In this study, we examined ecological and evolutionary patterns within natural bacterial communities through direct, time-resolved observations. From a metagenomic time-series study, we identified tractable populations that were genetically and ecologically distinct. We also observed substantial genetic heterogeneity within these populations, although the degree of heterogeneity varied by orders of magnitude between closely related, co-occurring populations. The purge of genetic heterogeneity from one of these populations, identified by changes in SNP allele frequencies, suggests that natural populations can experience genome-wide sweeps, a process not previously observed in situ (Cordero and Polz, 2014; Shapiro and Polz, 2014). In other populations, evidence of historical gene-specific sweeps was uncovered, indicating that diversity within co-occurring populations may be controlled by different mechanisms and explained by different evolutionary models (Whitaker et al., 2005; Fraser et al., 2009; Cadillo-Quiroz et al., 2012; Shapiro et al., 2012).

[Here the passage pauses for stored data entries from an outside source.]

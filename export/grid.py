"""Tables as they leave: heads in the drawing's unit, numbers rounded to what the unit can mean, text made safe.

A length column `cut_length` leaves as `cut_length_mm`, in a drawing in feet as text, `cut_length_ft_in`, written
13'-9 1/2". Areas and volumes leave in the square and cube of metres, inches or feet, and stay m2 and m3 where the
drawing is in millimetres or centimetres, whose squares no one can read. Everything else leaves as in the figures.
"""

from __future__ import annotations

import math
import re
from collections.abc import Iterable, Sequence
from dataclasses import dataclass

import numpy as np
from numpy.typing import NDArray

from geom import units
from geom.result import Column, Table

# Decimals that keep a tenth of a micrometre to a micrometre of every length, and more than any force or mass is known
# to.
_LENGTH_DECIMALS = {"mm": 3, "cm": 4, "m": 6, "in": 5, "ft": 6}
_DECIMALS = {"m2": 6, "m3": 9, "N": 3, "Nm": 3, "kg": 6, "deg": 6}
_OTHER_DECIMALS = 9
_POWERS = {"m": 1, "m2": 2, "m3": 3}

Number = int | float
Cell = str | Number | None


@dataclass(frozen=True)
class Field:
    """A column as it leaves.

    Attributes
    ----------
    head : str
        Its key with the unit, `cut_length_mm`.
    heading : str
        The same for people, `cut length, mm`.
    values : sequence
        Text, numbers or None, one for each row.
    decimals : int or None
        Of its numbers; None for a column of text.
    metres : tuple of float, optional
        The lengths of a column that leaves as text in feet and inches.
    """

    head: str
    heading: str
    values: Sequence[Cell]
    decimals: int | None
    metres: tuple[float, ...] | None = None


def fields(table: Table, unit: str, *, feet_as_text: bool = True) -> list[Field]:
    """Return a table's columns as they leave in a drawing's unit.

    Parameters
    ----------
    table : Table
        Values in SI.
    unit : str
        Unit of the drawing: mm, cm, m, in or ft.
    feet_as_text : bool
        Whether lengths in feet are written in feet and inches, or as decimal feet.
    """
    return [_field(column, unit, feet_as_text) for column in table.columns]


def _field(column: Column, unit: str, feet_as_text: bool) -> Field:
    if isinstance(column.values, tuple):
        return Field(column.key, column.heading, column.values, None)
    suffix = column.unit.suffix
    values = np.asarray(column.values, dtype=np.float64)
    if suffix == "m" and unit == "ft" and feet_as_text:
        return _feet(column, values * column.unit.factor)
    power = _POWERS.get(suffix, 0)
    decimals = _DECIMALS.get(suffix, _OTHER_DECIMALS)
    if power == 1 or (power and unit in ("m", "in", "ft")):
        suffix = unit + suffix[1:]
        decimals = _LENGTH_DECIMALS[unit]
        values = values / units.UNITS[unit].metres ** power
    numbers = _plain(values * column.unit.factor, decimals)
    return Field(_joined(column.key, suffix, "_"), _joined(column.heading, suffix, ", "), numbers, decimals)


def _feet(column: Column, metres: NDArray[np.float64]) -> Field:
    values = tuple(metres.tolist())
    texts = [units.feet_inches(value) if math.isfinite(value) else None for value in values]
    return Field(f"{column.key}_ft_in", f"{column.heading}, ft in", texts, None, values)


def _joined(name: str, unit: str, between: str) -> str:
    return f"{name}{between}{unit}" if unit else name


def _plain(values: NDArray[np.float64], decimals: int) -> list[Number | None]:
    """Return numbers rounded to some decimals, whole ones as integers, what is not finite as None."""
    rounded = np.round(values, decimals) + 0.0
    whole = rounded == np.rint(rounded)
    return [
        (int(value) if is_whole else value) if math.isfinite(value) else None
        for value, is_whole in zip(rounded.tolist(), whole.tolist(), strict=True)
    ]


_FORMULA = ("=", "+", "-", "@", "\t", "\r", "\n", "＝", "＋", "－", "＠")
_NUMBER = re.compile(r"[+-]?(?:[0-9]+(?:\.[0-9]*)?|\.[0-9]+)(?:[eE][+-]?[0-9]+)?")


def harmless(text: str) -> str:
    """Return text that no spreadsheet takes for a formula: an apostrophe goes before what begins like one.

    A number with its sign is left as it is. (Formula injection is described in CWE-1236, "Improper Neutralization of
    Formula Elements in a CSV File".)
    """
    if text.startswith(_FORMULA) and not _NUMBER.fullmatch(text):
        return f"'{text}"
    return text


def written(field: Field) -> list[str]:
    """Return a column's cells as text of a CSV file, empty where there is no value."""
    if field.metres is not None:  # made here, of figures and marks of feet and inches alone
        return [str(value or "") for value in field.values]
    return [_cell(value, field.decimals) for value in field.values]


def _cell(value: Cell, decimals: int | None) -> str:
    match value:
        case None:
            return ""
        case str():
            return harmless(value)
        case int():
            return str(value)
    return f"{value:.{decimals}f}".rstrip("0")


def total(values: Iterable[Cell]) -> float:
    """Return the sum of a column's numbers, correctly rounded."""
    return math.fsum(value for value in values if isinstance(value, int | float))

These observations raise a variety of questions, such as: Are certain mechanisms of speciation (for example, genome-wide vs gene-specific sweeps) more common in certain environments or microbial groups? Do multiple mechanisms act on the same groups? How long does it take for genes or genomes to sweep through populations? At what rates do natural populations accumulate mutations? How does dispersal of highly similar genotypes impact population boundaries? We believe metagenomic time-series studies of different microbial groups inhabiting different environments will help answer these questions.